Il ne bougea pas. Il se contenta de regarder. Son sexe pointé vers le ciel. Il ne le toucha pas.
Je regardais sa grosse bite dure, appréciant cette belle expression d'attention et son regard sur ma propre excitation nue exposée. Ma propre bite était dure comme du roc, une fierté gonflée, alors que je continuais à jouer de manière séduisante avec elle et avec mes couilles – mes jambes écartées pour que l'étranger puisse profiter de la meilleure vue.
La sensation dans mon ventre était devenue pure excitation, plus de peur. En fait, j'avais envie que l'étranger vienne me sucer.
Mais il continuait à me fixer. Il semblait timide, peut-être parce qu'il était jeune. Mais son érection me stimulait.
Je lui fis un signe de la main pour l'inviter à venir. Il sembla hésitant, se rapprocha un peu et continua à me regarder caresser ma grosse bite excitée pour lui.
J'étais surexcitée et sur les nerfs. L'orgasme approchait. Mais serait-ce un orgasme avec le jeune inconnu ? Ou juste une branlette sous son regard ?
Au moment où ces pensées me traversèrent l’esprit et que je lui adressais un signe de la main gauche pour l’inviter, le jeune étranger décida que ce n’était rien de tout cela. Il s’éloigna, toujours avec force, mais presque comme s’il fuyait la rencontre envisagée.
Ma bite presque éclatante a envoyé une vague de déception dans mon ventre.
Mais je ne me contentais plus de me masturber seul sur mon tronc d'arbre. Je me suis levé, mon sexe dressé pointant vers la plage.

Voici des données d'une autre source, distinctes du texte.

def _check_contact(ev, voc, th, out):
    rs, usual = _num(ev.series_resistance_ohm), _num(ev.usual_series_resistance_ohm)
    if rs is None or usual is None or usual <= 0.0:
        out.skip("contact-series-resistance", "no fitted Rs or no usual Rs for this bench")
    else:
        ratio = rs / usual
        out.details["series_resistance_ratio"] = ratio
        out.check("contact-series-resistance", ratio > th.series_resistance_factor_max, ratio,
                  th.series_resistance_factor_max, "x usual",
                  f"series resistance {rs:.4g} ohm is {ratio:.1f} x this bench's usual "
                  f"{usual:.4g} ohm: suspect a probe or contact; re-seat and re-measure",
                  SRC_COMMON)
    v2, v4 = _num(ev.open_circuit_two_wire_voltage_v), _num(ev.open_circuit_four_wire_voltage_v)
    if v2 is None or v4 is None:
        out.skip("contact-sense", "no two-wire/four-wire comparison at open circuit")
        return
    scale = abs(voc) if voc else max(abs(v4), abs(v2))
    if scale <= 0.0:
        out.skip("contact-sense", "open-circuit voltage is zero")
        return
    rel = abs(v2 - v4) / scale
    out.check("contact-sense", rel > th.sense_disagreement_max_rel, rel,
              th.sense_disagreement_max_rel, "1",
              f"two-wire and four-wire open-circuit voltages differ by {abs(v2 - v4):.4g} V "
              f"({100 * rel:.2f} % of Voc): a sense lead is not making contact", SRC_COMMON)


def _check_shunt(ev, v, i, isc, voc, th, out):
    if isc is None or voc is None or isc <= 0.0 or voc <= 0.0:
        out.skip("shunt", "no Isc/Voc")
        return
    rsh = _num(ev.shunt_resistance_ohm)
    how = "fit"
    if rsh is None and ev.shunt_resistance_ohm is not None and np.isinf(ev.shunt_resistance_ohm):
        rsh = float("inf")
    if rsh is None:
        try:
            rsh, how = shunt_from_slope(v, i, voc), "slope near Isc"
        except ValueError as exc:
            out.skip("shunt", str(exc))
            return
    normalised = rsh * isc / voc
    out.details["normalised_shunt"] = normalised
    out.check("shunt", normalised < th.normalised_shunt_min, normalised,
              th.normalised_shunt_min, "1",
              f"shunt resistance {rsh:.4g} ohm ({how}) is only {normalised:.3g} x Voc/Isc: a "
              "shunted cell or a probe touching the edge; check the contact, else the cell",
              SRC_SHUNT)


def _check_points(v, i, figures, isc, voc, th, out):
    if v.size == 0:
        out.check("isc-not-reached", True, 0, 1, "points", "the sweep has no usable point", SRC_POINTS)
        return
    if not np.any(v <= 0.0):
        out.check("isc-not-reached", True, float(v.min()), 0.0, "V",
                  f"the sweep starts at {v.min():.4g} V and never reaches short circuit: Isc "
                  "is an extrapolation; start at or below 0 V", SRC_POINTS)
    if not np.any(i <= 0.0):
        out.check("voc-not-reached", True, float(i.min()), 0.0, "A",
                  f"the current never falls to zero (lowest {i.min():.4g} A): Voc is an "
                  "extrapolation; sweep past open circuit", SRC_POINTS)
    if isc is None or voc is None or isc <= 0.0 or voc <= 0.0:
        for code in ("few-points-isc", "few-points-voc", "few-points-mpp"):
            out.skip(code, "no Isc/Voc")
        return
    n_isc = int(np.count_nonzero(np.abs(v) <= th.isc_window_of_voc * voc))
    out.check("few-points-isc", n_isc < th.min_points_isc, n_isc, th.min_points_isc, "points",
              f"only {n_isc} point(s) within {100 * th.isc_window_of_voc:g} % of Voc from short "
              "circuit: Isc is poorly defined; use a finer step near 0 V", SRC_POINTS)
    n_voc = int(np.count_nonzero(np.abs(v - voc) <= th.voc_window_of_voc * voc))
    out.check("few-points-voc", n_voc < th.min_points_voc, n_voc, th.min_points_voc, "points",
              f"only {n_voc} point(s) within {100 * th.voc_window_of_voc:g} % of Voc from open "
              "circuit: Voc is poorly defined; use a finer step near Voc", SRC_POINTS)
    vmp, imp = _num(getattr(figures, "vmp_v", None)), _num(getattr(figures, "imp_a", None))
    if vmp is None or imp is None or vmp <= 0.0 or imp <= 0.0:
        out.skip("few-points-mpp", "no maximum power point")
        return
    lo, hi = th.mpp_window
    n_mpp = int(np.count_nonzero((v >= lo * vmp) & (v <= hi * vmp) & (i >= lo * imp) & (i <= hi * imp)))
    out.check("few-points-mpp", n_mpp < th.min_points_mpp, n_mpp, th.min_points_mpp, "points",
              f"only {n_mpp} point(s) around the maximum power point: Pmax is poorly defined; "
              "use a finer step near the knee", SRC_POINTS)


def _check_residuals(ev, i, isc, th, out):
    e = _arr(ev.residuals_a)
    if e is None or e.size < 10:
        out.skip("residual-structure", "no fit residuals")
        return
    if ev.dark:
        ref = np.abs(np.asarray(ev.current_a, dtype=float).ravel())
        if ref.size != e.size:
            out.skip("residual-structure", "residuals and points differ in number")
            return
        with np.errstate(divide="ignore", invalid="ignore"):
            e = e / ref
        floor = th.dark_residual_rms_floor_rel
        scale = 1.0
    else:
        if isc is None or isc <= 0.0:
            out.skip("residual-structure", "no Isc to scale the residuals")
            return
        floor = th.residual_rms_floor_rel
        scale = isc
    v = _arr(ev.voltage_v)
    if v is not None and v.size == e.size:
        e = e[np.argsort(v, kind="stable")]        # order along the curve
    e = e[np.isfinite(e)]
    if e.size < 10:
        out.skip("residual-structure", "too few finite residuals")
        return
    rms_rel = float(np.sqrt(np.mean(e * e))) / scale
    try:
        dw = durbin_watson(e)
        _, z = runs_test(e)
    except ValueError as exc:
        out.skip("residual-structure", str(exc))
        return
    out.details["durbin_watson"] = dw
    out.details["runs_z"] = z
    out.details["residual_rms_rel"] = rms_rel
    failed = bool(dw < th.durbin_watson_min and z < th.runs_z_min and rms_rel > floor)
    out.check("residual-structure", failed, dw, th.durbin_watson_min, "1",
              f"the fit leaves structure in its residuals (Durbin-Watson {dw:.2f}, runs z "
              f"{z:.1f}, RMS {100 * rms_rel:.2f} % of {'|I|' if ev.dark else 'Isc'}): a kink, "
              "flicker or a device the model cannot describe", SRC_RESID)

J'ai grimpé autour des gros rochers sur la plage de sable où une douzaine de couples et d'individus prenaient un bain de soleil et je suis passé devant eux. Mon pénis était toujours difficile à voir pour tout le monde et j'ai apprécié les regards et les regards tandis que je paradais mon excitation sous le soleil.
Je me suis caché derrière un buisson qui offrait le bon mélange de décence et de visibilité (pour quiconque voulait regarder entre les brindilles et les feuilles) et j'ai branlé ma bite avide. J'ai senti les yeux d'un couple de l'autre côté du buisson et cela m'a poussé à bout !
Ma bite dure et rouge a explosé dans ma main droite et a éjecté plusieurs charges de sperme sur les feuilles du buisson.
Je ne me souviens pas si j'ai gémi ou non, mais d'une manière ou d'une autre, j'ai ressenti le besoin de quitter la scène de ma masturbation semi-publique.
Je suis sorti de derrière le buisson, ma bite pendante dégoulinant encore de gouttes de sperme et je me suis dirigé vers la mer pour prendre un bain rafraîchissant. J'en avais besoin car je brûlais encore d'excitation.
La sensation dans mon ventre était maintenant un mélange d’excitation, de fierté et de satisfaction.